def test_jsonl_text_that_looks_like_a_date_or_number_is_kept_exactly(tmp_path):
    """pyarrow's JSON reader (behind datasets' json builder) would turn "2024-01-01" into a
    timestamp; this loader keeps the text and rejects a real number."""
    path = _jsonl(tmp_path / "p.jsonl", [_pair(prompt="2024-01-01"), _pair(prompt="007"), _pair(prompt=5)])
    data = load_pairs(path)
    assert data.prompt == ["2024-01-01", "007"]
    assert [(r.location, r.reason) for r in data.rejects] == [(3, "not_a_string")]


def test_csv_values_stay_text_exactly(tmp_path):
    """pandas would read "007" as 7 and "NA" or an empty field as missing."""
    path = tmp_path / "p.csv"
    path.write_text('prompt,winner,loser\n007,NA,null\n"a, b","line one\nline two", "  spaced "\n2024-01-01,,x\n',
                    encoding="utf-8")
    data = load_pairs(path)
    assert data.rows() == [{"prompt": "007", "winner": "NA", "loser": "null", "weight": 1.0},
                           {"prompt": "a, b", "winner": "line one\nline two", "loser": ' "  spaced "', "weight": 1.0}]
    assert [(r.location, r.field, r.reason) for r in data.rejects] == [(5, "winner", "empty")]
    assert data.accounting["reader"].startswith("datasets csv")


def test_parquet_text_column_of_numbers_rejects_every_row(tmp_path):
    table = pa.table({"prompt": [1, 2], "winner": ["a", "b"], "loser": ["c", "d"]})
    pq.write_table(table, tmp_path / "p.parquet")
    data = load_pairs(tmp_path / "p.parquet")
    assert [(r.location, r.field, r.reason) for r in data.rejects] == [(0, "prompt", "not_a_string")] + [
        (1, "prompt", "not_a_string")]
    assert data.accounting["row_unit"] == "index"


# ------------------------------------------------------------------ file shapes


def test_bom_crlf_blank_lines_and_no_final_newline(tmp_path):
    body = "\r\n".join(json.dumps(r) for r in (_pair(), _pair(prompt="Two?"))) + "\r\n\r\n" + json.dumps(
        _pair(prompt="Three?"))
    path = tmp_path / "p.jsonl"
    path.write_bytes(b"\xef\xbb\xbf" + body.encode())
    data = load_pairs(path)
    assert data.location == [1, 2, 4] and data.prompt[1] == "Two?"
    assert data.accounting["blank_lines"] == 1 and data.accounting["rows_in"] == 3


def test_json_array_file_uses_indices(tmp_path):
    path = tmp_path / "p.json"
    path.write_text(json.dumps([_pair(), "not an object", _pair(winner="")]), encoding="utf-8")
    data = load_pairs(path)
    assert [(r.unit, r.location, r.reason) for r in data.rejects] == [("index", 1, "not_an_object"),
                                                                      ("index", 2, "empty")]


def test_json_array_with_a_bad_byte_rejects_only_that_row(tmp_path):
    path = tmp_path / "p.json"
    path.write_bytes(b'[{"prompt": "caf\xe9?", "winner": "b", "loser": "c"},\n'
                     b' {"prompt": "ok", "winner": "b", "loser": "c"}]')
    data = load_pairs(path)
    assert data.prompt == ["ok"]
    (reject,) = data.rejects
    assert (reject.location, reject.field, reject.reason) == (0, "prompt", "invalid_utf8")
    assert reject.detail == "prompt: byte 4 (0xe9) is not valid UTF-8"
    assert reject.row["prompt"] == "caf\\xe9?"  # the byte, shown escaped in the rejects file


def test_an_unbalanced_csv_quote_loses_only_its_own_line(tmp_path):
    path = tmp_path / "p.csv"
    path.write_text('prompt,winner,loser\na,b,c\n"d,e,f\ng,h,i\nj,k,l\n', encoding="utf-8")
    data = load_pairs(path)
    assert data.prompt == ["a", "g", "j"] and data.location == [2, 4, 5]
    assert [(r.location, r.reason) for r in data.rejects] == [(3, "wrong_field_count")]
    assert "only line 3 is rejected" in data.rejects[0].detail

» **WHAT IS NEEDED**: Gather each line in the data that holds the string "index".

» **RESPONSE TO THIS TASK**:
    assert data.accounting["row_unit"] == "index"
    assert [(r.unit, r.location, r.reason) for r in data.rejects] == [("index", 1, "not_an_object"),
                                                                      ("index", 2, "empty")]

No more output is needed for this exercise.